Instaurado em março de 2019 por decisão única do presidente do Supremo Tribunal Federal (STF) Dias Toffoli em uma interpretação controversa do regimento interno, o Inquérito 4781 já chegou a resultar em censura a reportagens (revertida diante da repercussão negativa). A relatoria por Alexandre de Moraes foi determinada de maneira discricionária. O processo se mantém em andamento mesmo após a então procuradora-geral da República Raquel Dodge declarar seu arquivamento em abril de 2019, devido à ausência do Ministério Público como promotor da investigação. Abrangente em seu objeto, é mantido em absoluto sigilo.

Na madrugada desta quinta-feira (28 de maio), o ministro da Justiça André Mendonça pediu ao STF o trancamento do processo em relação ao ministro da Educação. Abraham Weintraub foi convocado para depor à Polícia Federal sobre a declaração em que defendeu a prisão de ministros da Corte durante a reunião ministerial de 22 de abril divulgada na semana passada (“Eu, por mim, botava esses vagabundos todos na cadeia. Começando no STF”).

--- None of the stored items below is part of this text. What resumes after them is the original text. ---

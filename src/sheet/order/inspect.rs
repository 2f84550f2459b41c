//! A kept sheet against what its own structure gives: one edited by hand is found out.

use super::changes::{Unreadable, record};
use super::document::Document;
use crate::design::Audience;
use crate::sheet::stamp::sha256;
use serde_json::Value;

/// Numbers that differ by less are equal: other machines round the last digits otherwise.
const SAME: f64 = 1e-9;

/// A record as it was kept.
#[derive(Clone, Debug, PartialEq)]
pub struct Kept {
    value: Value,
    /// The copy.
    pub audience: Audience,
    /// The text of its structure.
    pub structure: String,
    /// SHA-256 of the file that it was made from.
    pub source_sha256: String,
    /// SHA-256 of the parameters that it was made with.
    pub parameters_sha256: String,
    /// The program that made it.
    pub program: String,
    /// Files that belong to it, with the SHA-256 of each.
    pub files: Vec<(String, String)>,
}

/// Something that does not agree.
#[derive(Clone, Debug, PartialEq)]
pub struct Deviation {
    /// Where it stands on the sheet.
    pub place: String,
    /// What the sheet says.
    pub kept: String,
    /// What its structure gives.
    pub computed: String,
}

/// What came of looking.
#[derive(Clone, Debug, PartialEq)]
pub struct Inspection {
    /// Whether the structure is the one that the sheet was made from.
    pub structure_agrees: bool,
    /// Whether program and parameters are those that the sheet was made with.
    pub is_same_program: bool,
    /// How many values of the sheet were compared.
    pub compared: usize,
    /// What does not agree.
    pub deviations: Vec<Deviation>,
    /// Why numbers may differ though nobody touched them (other parameters, another program), and
    /// what cannot be checked.
    pub reasons: Vec<String>,
}

impl Inspection {
    /// Whether everything agrees.
    #[must_use]
    pub fn agrees(&self) -> bool {
        self.structure_agrees && self.deviations.is_empty()
    }
}

/// Reads the record of a sheet.
///
/// # Errors
///
/// [`Unreadable`] if the text is no record of a sheet.
pub fn kept(text: &str) -> Result<Kept, Unreadable> {
    let value = record(text)?;
    let words = |pointer: &str| {
        let found = value.pointer(pointer).and_then(Value::as_str);
        found.map(str::to_owned).ok_or(Unreadable::NoSheet)
    };
    let audience = words("/copy")?;
    let audience = Audience::ALL
        .into_iter()
        .find(|it| it.word() == audience)
        .ok_or(Unreadable::NoSheet)?;
    let files = value.get("files").and_then(Value::as_array);
    let files = files.into_iter().flatten().map(|file| {
        let text = |key: &str| file.get(key).and_then(Value::as_str).unwrap_or_default();
        (text("name").to_owned(), text("sha256").to_owned())
    });
    Ok(Kept {
        audience,
        structure: words("/structure")?,
        source_sha256: words("/stamp/source_sha256")?,
        parameters_sha256: words("/stamp/parameters_sha256")?,
        program: words("/stamp/program")?,
        files: files.collect(),
        value,
    })
}

impl Kept {
    /// The record as it was kept: what its pages were made of.
    #[must_use]
    pub fn document(&self) -> Document {
        Document {
            value: self.value.clone(),
        }
    }

    /// Whether the record names files at all: one that went to the terminal does not.
    #[must_use]
    pub fn names_files(&self) -> bool {
        self.value.get("files").is_some()
    }
}

/// Compares a kept sheet with one made anew from its structure.
#[must_use]
pub fn inspect(kept: &Kept, anew: &Document) -> Inspection {
    let mut deviations = Vec::new();
    let mut compared = 0;
    compare("", &kept.value, &anew.value, &mut compared, &mut deviations);
    compare_changes(kept, anew, &mut compared, &mut deviations);
    let stamped = kept.value.pointer("/stamp/structure_sha256");
    let sum = sha256(kept.structure.as_bytes());
    let structure_agrees = stamped.and_then(Value::as_str) == Some(sum.as_str());
    let mut reasons = Vec::new();
    let since = kept.value.get("since").unwrap_or(&Value::Null);
    let told = kept.value.get("changes").unwrap_or(&Value::Null);
    let has_changes = told.as_array().is_none_or(|changes| !changes.is_empty());
    if since.is_null() && has_changes {
        deviations.push(Deviation {
            place: "changes".to_owned(),
            kept: said(told),
            computed: "no changes, for it names no earlier sheet".to_owned(),
        });
    }
    if anew.text_at("/stamp/parameters_sha256") != kept.parameters_sha256 {
        reasons.push(
            "the parameters are not those that the sheet was made with: give them with --materials"
                .to_owned(),
        );
    }
    if anew.text_at("/stamp/program") != kept.program {
        reasons.push(format!(
            "the sheet was made by {}, and this is {}",
            kept.program,
            anew.text_at("/stamp/program")
        ));
    }
    let is_same_program = reasons.is_empty();
    if !since.is_null() {
        reasons.push(
            "not checked: which earlier sheet it is (`since`), what was ordered there (`before`), and \
             whether every change is listed; only that sheet can tell"
                .to_owned(),
        );
    }
    Inspection {
        structure_agrees,
        is_same_program,
        compared,
        deviations,
        reasons,
    }
}

/// Parts of the record that are not computed from the structure.
const NOT_COMPUTED: [&str; 3] = ["/files", "/since", "/changes"];

fn compare(
    place: &str,
    kept: &Value,
    anew: &Value,
    compared: &mut usize,
    deviations: &mut Vec<Deviation>,
) {
    if NOT_COMPUTED.contains(&place) {
        return;
    }
    match (kept, anew) {
        (Value::Object(kept), Value::Object(anew)) => {
            let keys = kept
                .keys()
                .chain(anew.keys().filter(|it| !kept.contains_key(*it)));
            for key in keys {
                let [kept, anew] = [kept, anew].map(|it| it.get(key).unwrap_or(&Value::Null));
                compare(&format!("{place}/{key}"), kept, anew, compared, deviations);
            }
        }
        (Value::Array(kept), Value::Array(anew)) => {
            for index in 0..kept.len().max(anew.len()) {
                let [kept, anew] = [kept, anew].map(|it| it.get(index).unwrap_or(&Value::Null));
                compare(
                    &format!("{place}/{index}"),
                    kept,
                    anew,
                    compared,
                    deviations,
                );
            }
        }
        _ => {
            *compared += 1;
            if !is_same(kept, anew) {
                deviations.push(Deviation {
                    place: said_place(place),
                    kept: said(kept),
                    computed: said(anew),
                });
            }
        }
    }
}

fn is_same(kept: &Value, anew: &Value) -> bool {
    match (kept.as_f64(), anew.as_f64()) {
        (Some(a), Some(b)) => (a - b).abs() <= SAME * a.abs().max(b.abs()).max(SAME),
        _ => kept == anew,
    }
}

/// What a change says of the present must be what the record says.
fn compare_changes(
    kept: &Kept,
    anew: &Document,
    compared: &mut usize,
    deviations: &mut Vec<Deviation>,
) {
    let changes = kept.value.get("changes").and_then(Value::as_array);
    for change in changes.into_iter().flatten() {
        let place = change
            .get("place")
            .and_then(Value::as_str)
            .unwrap_or_default();
        if place.starts_with("earlier/") {
            continue;
        }
        let after = change.get("after").unwrap_or(&Value::Null);
        let Some(now) = anew.value.pointer(place) else {
            continue;
        };
        // A new layer is told by its formula.
        let now = now.get("formula").unwrap_or(now);
        *compared += 1;
        if !is_same(after, now) {
            deviations.push(Deviation {
                place: format!("change of {}", said_place(place)),
                kept: said(after),
                computed: said(now),
            });
        }
    }
}

/// A place of the record in words: layers by their numbers.
fn said_place(place: &str) -> String {
    let mut parts = place.trim_start_matches('/').split('/');
    match (
        parts.next(),
        parts.next().and_then(|it| it.parse::<usize>().ok()),
    ) {
        (Some("layers"), Some(index)) => {
            let rest: Vec<&str> = parts.collect();
            if rest.is_empty() {
                format!("layer {}", index + 1)
            } else {
                format!("layer {}: {}", index + 1, rest.join(" "))
            }
        }
        _ => place.trim_start_matches('/').replace('/', " "),
    }
}

fn said(value: &Value) -> String {
    const LONGEST: usize = 80;
    let text = match value {
        Value::Null => "nothing".to_owned(),
        Value::String(text) => format!("“{}”", crate::sheet::page::tidy(text)),
        other => other.to_string(),
    };
    if text.chars().count() <= LONGEST {
        return text;
    }
    let start: String = text.chars().take(LONGEST).collect();
    format!("{start}…")
}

Ao fazê-lo, Mendonça age como se ainda ocupasse o cargo de Advogado-Geral da União (AGU), que deixou há um mês. É a AGU que tem como função representar e defender os interesses da União em questões jurídicas, conforme pontua o Art. 131 da Constituição Federal.

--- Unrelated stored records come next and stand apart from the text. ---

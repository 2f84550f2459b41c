//! What stands on a sheet, in reading order: headings, pairs, lists, tables, figures. Pages of every
//! kind are made of it.
//!
//! A number is a place in the record with so many decimals: it cannot differ from it.

mod grower;
mod house;

use super::document::Document;
use crate::sheet::number::{fixed, plain, typeset};
use crate::sheet::page::tidy;
use serde::Serialize;
use serde_json::Value;

/// A sheet as it is read.
#[derive(Clone, Debug, PartialEq, Serialize)]
pub(super) struct Content {
    /// Names the page.
    pub(super) name: String,
    /// Which copy it is.
    pub(super) copy: String,
    /// In reading order.
    pub(super) sections: Vec<Section>,
}

/// A heading with what stands under it.
#[derive(Clone, Debug, PartialEq, Serialize)]
pub(super) struct Section {
    pub(super) heading: String,
    pub(super) blocks: Vec<Block>,
}

/// Something under a heading.
#[derive(Clone, Debug, PartialEq, Serialize)]
#[serde(rename_all = "snake_case")]
pub(super) enum Block {
    /// Words.
    Paragraph(Line),
    /// Names with what there is to say about them.
    Pairs(Vec<(String, Vec<Line>)>),
    /// A list under its own name.
    List {
        name: Line,
        items: Vec<Line>,
        /// Whether the order of the items says something.
        is_ranked: bool,
    },
    /// A table.
    Table(Table),
    /// A figure of the sheet, by its number.
    Figure(usize),
}

/// A table with its heads.
#[derive(Clone, Debug, PartialEq, Serialize)]
pub(super) struct Table {
    pub(super) caption: Line,
    pub(super) heads: Vec<&'static str>,
    /// Parts of the width that the columns take.
    pub(super) widths: Vec<u32>,
    pub(super) rows: Vec<Row>,
}

/// A row of a table.
#[derive(Clone, Debug, PartialEq, Serialize)]
#[serde(rename_all = "snake_case")]
pub(super) enum Row {
    /// One cell a column, each of some lines; the first is the head of the row.
    Cells {
        cells: Vec<Vec<Line>>,
        /// Whether it differs from an earlier revision.
        is_changed: bool,
    },
    /// Words across the table.
    Banner(Line),
}

/// Pieces of text on one line.
pub(super) type Line = Vec<Span>;

/// A piece of text.
#[derive(Clone, Debug, PartialEq, Serialize)]
#[serde(rename_all = "snake_case")]
pub(super) enum Span {
    /// Words of the program.
    Words(String),
    /// Words of the user.
    Said(String),
    /// A number of the record.
    Number {
        /// Where it stands.
        at: String,
        /// Every digit of it.
        exact: String,
        /// As it is printed.
        text: String,
    },
    /// Common practice, not said by the file.
    Practice,
    /// Not there, and asked for.
    Asked,
    /// Not there, and left blank.
    Blank,
}

/// How a number is printed.
#[derive(Clone, Copy, Debug)]
pub(super) enum Digits {
    /// So many decimals.
    Fixed(usize),
    /// As a person would write it.
    Plain,
    /// Mantissa and power of ten, so many digits.
    Power(usize),
}

/// Everything of the sheet.
pub(super) fn content(document: &Document) -> Content {
    let mut sections = grower::sections(document);
    if document.map_at("/house").is_some() {
        house::add(document, &mut sections);
    }
    sections.push(grower::stamp(document));
    let reader = capitalised(document.audience().word());
    Content {
        name: tidy(&document.name()),
        copy: match document.text_at("/order/status/value") {
            "" => format!("{reader}’s copy"),
            status => format!("{reader}’s copy · {status}"),
        },
        sections,
    }
}

fn capitalised(word: &str) -> String {
    let mut letters = word.chars();
    letters.next().map_or(String::new(), |first| {
        first.to_uppercase().chain(letters).collect()
    })
}

pub(super) fn words(text: impl Into<String>) -> Span {
    Span::Words(text.into())
}

/// Words of the user without what turns the direction of writing.
pub(super) fn said(text: &str) -> Span {
    Span::Said(tidy(text))
}

impl Document {
    /// The number at a place; blank where there is none.
    pub(super) fn shown(&self, at: impl Into<String>, digits: Digits) -> Span {
        let at = at.into();
        let Some(number) = self.value.pointer(&at).filter(|it| it.is_number()) else {
            return Span::Blank;
        };
        let value = number.as_f64().unwrap_or(f64::NAN);
        let text = match digits {
            Digits::Fixed(decimals) => fixed(value, decimals),
            Digits::Plain => plain(value),
            Digits::Power(digits) => {
                let text = typeset(value, digits);
                // A table reads better where every density has its mantissa.
                if text.starts_with("10") {
                    format!("1×{text}")
                } else {
                    text
                }
            }
        };
        Span::Number {
            exact: number.to_string(),
            at,
            // A hyphen at the head of a number is a minus.
            text: text.replace('-', "−"),
        }
    }

    /// The mark of a field that is common practice.
    pub(super) fn practice(&self, path: &str) -> impl Iterator<Item = Span> + use<> {
        let is_practice = self.text_at(&format!("/order/{path}/origin")) == "common practice";
        let mark = is_practice.then(|| [words(" "), Span::Practice]);
        mark.into_iter().flatten()
    }

    /// A field of the order with its unit, marked where the file does not say it (lists are marked
    /// at their names); `None` where an order does without it.
    pub(super) fn field(&self, path: &str, unit: &str) -> Option<Vec<Line>> {
        let at = format!("/order/{path}");
        let origin = self.text_at(&format!("{at}/origin"));
        let mark = || self.practice(path);
        let unit = if unit.is_empty() {
            String::new()
        } else {
            format!(" {unit}")
        };
        match self.value.pointer(&format!("{at}/value")) {
            Some(Value::String(text)) => {
                let line = std::iter::once(said(text)).chain(mark());
                Some(vec![line.collect()])
            }
            Some(Value::Number(number)) => {
                let value = number.as_f64().unwrap_or(f64::NAN);
                let digits = if value.abs() >= 1e6 {
                    Digits::Power(6)
                } else {
                    Digits::Plain
                };
                let number = self.shown(format!("{at}/value"), digits);
                let line = [number, words(unit)].into_iter().chain(mark());
                Some(vec![line.collect()])
            }
            Some(Value::Array(items)) => {
                let items = items.iter().filter_map(Value::as_str);
                Some(items.map(|item| vec![said(item)]).collect())
            }
            _ if origin == "asked for" => Some(vec![vec![Span::Asked]]),
            _ => None,
        }
    }
}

O Ministério da Justiça que ele chefia tem como uma de suas funções a “defesa da ordem jurídica, dos direitos políticos e das garantias constitucionais”, mas não há precedentes para sua atuação enquanto representante legal de outro ministro. A Lei 13.844/2019, que define as competências da pasta, não menciona entre as funções do ministro a atuação diante de tribunais superiores em defesa de membros do governo.

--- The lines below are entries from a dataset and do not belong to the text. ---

//! What the terminal says of a sheet.

use super::companions::Standing;
use super::document::Document;
use super::inspect::Inspection;
use crate::sheet::number::{fixed, signed, temperature};
use crate::sheet::page::{Page, tidy};
use crate::source::Colour;
use serde_json::Value;

/// A sheet in a few lines: what is ordered, what is to be seen, what is still open.
#[must_use]
pub fn summary(document: &Document, written: &[String], colour: Colour) -> String {
    let mut page = Page::new(colour);
    page.heading(&document.name());
    page.paragraph(
        2,
        &format!(
            "{}’s copy; {} layers on {}: {}",
            document.audience().word(),
            document.list_at("/layers").len(),
            document.text_at("/substrate/formula"),
            document.text_at("/counts/words")
        ),
    );
    targets(document, &mut page);
    let changes = document.changes();
    if document.map_at("/since").is_some() {
        page.heading("Changes");
        if changes.is_empty() {
            page.paragraph(2, "Nothing that is ordered has changed.");
        }
        for change in changes {
            page.paragraph(2, &change);
        }
    }
    let asked: Vec<&str> = document
        .list_at("/asked_for")
        .iter()
        .filter_map(Value::as_str)
        .collect();
    if !asked.is_empty() {
        page.heading("Asked for");
        page.paragraph(
            2,
            &format!(
                "left blank with a mark, to be given in [order]: {}",
                asked.join("; ")
            ),
        );
    }
    let blank: Vec<&str> = document
        .list_at("/house/blank")
        .iter()
        .filter_map(Value::as_str)
        .collect();
    if !blank.is_empty() {
        page.heading("Left blank");
        for reason in blank {
            page.paragraph(2, reason);
        }
    }
    if !written.is_empty() {
        page.heading("Written");
        for path in written {
            page.paragraph(2, path);
        }
    }
    page.finish()
}

fn targets(document: &Document, page: &mut Page) {
    page.heading("Targets on the finished wafer");
    let number = |key: &str| document.number_at(&format!("/targets/{key}"));
    let nan = f64::NAN;
    let kelvin = number("pl_temperature_k").unwrap_or(nan);
    match (
        number("pl_nm"),
        number("pl_air_nm"),
        number("pl_tolerance_nm"),
    ) {
        (Some(vacuum), Some(air), Some(tolerance)) => page.pair(
            "photoluminescence",
            &format!(
                "{} nm in vacuum, {} nm in air, ± {} nm, at {}",
                fixed(vacuum, 1),
                fixed(air, 1),
                crate::sheet::number::plain(tolerance),
                temperature(kelvin)
            ),
        ),
        _ => page.pair("photoluminescence", document.text_at("/targets/pl_missing")),
    }
    match (number("xray_period_nm"), number("zero_order_arcsec")) {
        (Some(period), Some(zero)) => page.pair(
            "X-ray",
            &format!(
                "period {} nm ± {} nm, zero order at {}″ ± {}″",
                fixed(period, 3),
                fixed(number("xray_period_tolerance_nm").unwrap_or(nan), 3),
                signed(zero, 0),
                fixed(number("zero_order_tolerance_arcsec").unwrap_or(nan), 0),
            ),
        ),
        _ => page.pair("X-ray", document.text_at("/targets/xray_missing")),
    }
}

/// What came of looking at a kept sheet.
#[must_use]
pub fn inspection(
    anew: &Document,
    found: &Inspection,
    files: &[(String, Standing)],
    colour: Colour,
) -> String {
    const MOST: usize = 40;
    let mut page = Page::new(colour);
    page.heading(&anew.name());
    page.pair(
        "structure",
        if found.structure_agrees {
            "its SHA-256 is the one on the sheet"
        } else {
            "its SHA-256 is not the one on the sheet: the structure was edited"
        },
    );
    page.pair(
        "values",
        &if found.deviations.is_empty() {
            format!("all {} agree with the structure", found.compared)
        } else {
            format!(
                "{} of {} do not agree with the structure",
                found.deviations.len(),
                found.compared
            )
        },
    );
    for (name, standing) in files {
        page.pair(&tidy(name), standing.words());
    }
    for reason in &found.reasons {
        page.pair("mind", reason);
    }
    if !found.deviations.is_empty() {
        page.heading("What does not agree");
        for deviation in found.deviations.iter().take(MOST) {
            page.paragraph(
                2,
                &format!(
                    "{}: the sheet says {}, its structure gives {}",
                    deviation.place, deviation.kept, deviation.computed
                ),
            );
        }
        let more = found.deviations.len().saturating_sub(MOST);
        if more > 0 {
            page.paragraph(2, &format!("and {more} more"));
        }
    }
    page.finish()
}

/// The same as a JSON document.
#[must_use]
pub fn inspection_json(
    anew: &Document,
    found: &Inspection,
    files: &[(String, Standing)],
) -> String {
    let deviations = found.deviations.iter().map(
        |it| serde_json::json!({ "place": it.place, "sheet": it.kept, "structure": it.computed }),
    );
    let files = files.iter().map(|(name, standing)| {
        serde_json::json!({
            "name": name,
            "agrees": standing.agrees(),
            "words": standing.words(),
        })
    });
    crate::sheet::json::text(&serde_json::json!({
        "format": crate::sheet::json::FORMAT,
        "sheet": anew.name(),
        "agrees": found.agrees(),
        "structure_agrees": found.structure_agrees,
        "compared": found.compared,
        "deviations": deviations.collect::<Vec<_>>(),
        "files": files.collect::<Vec<_>>(),
        "mind": found.reasons,
    }))
}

Mesmo a entrada da AGU nesta situação seria discutível. Não parece ser de interesse da União fazer a defesa de um ministro acionado judicialmente por emitir uma manifestação anti-democrática. Weintraub já conta com seu próprio apoio jurídico em processos referentes à honra, como é o caso – são, inclusive, servidores do Ministério da Educação. Outro desvio ético, a propósito.

Além disso, o pedido de habeas corpus feito por Mendonça inclui os demais investigados no processo, nenhum deles ligado à União: empresários, comunicadores, parlamentares, ativistas, membros de partido. Mais do que impróprio, pode ser enquadrado como advocacia administrativa. É o uso do cargo público e das estruturas do Estado para atender interesses particulares. Algo que as falas dos presentes à mesma reunião ministerial que está no centro da convocação de Weintraub já sugeriam que o governo estaria disposto a fazer.

Um processo iniciado com graves vícios; uma tentativa de intervenção indevida. E assim, de erro em erro, o princípio da legalidade no Brasil se enfraquece, levando com ele a democracia.

Transparência Brasil, 29 de maio de 2020.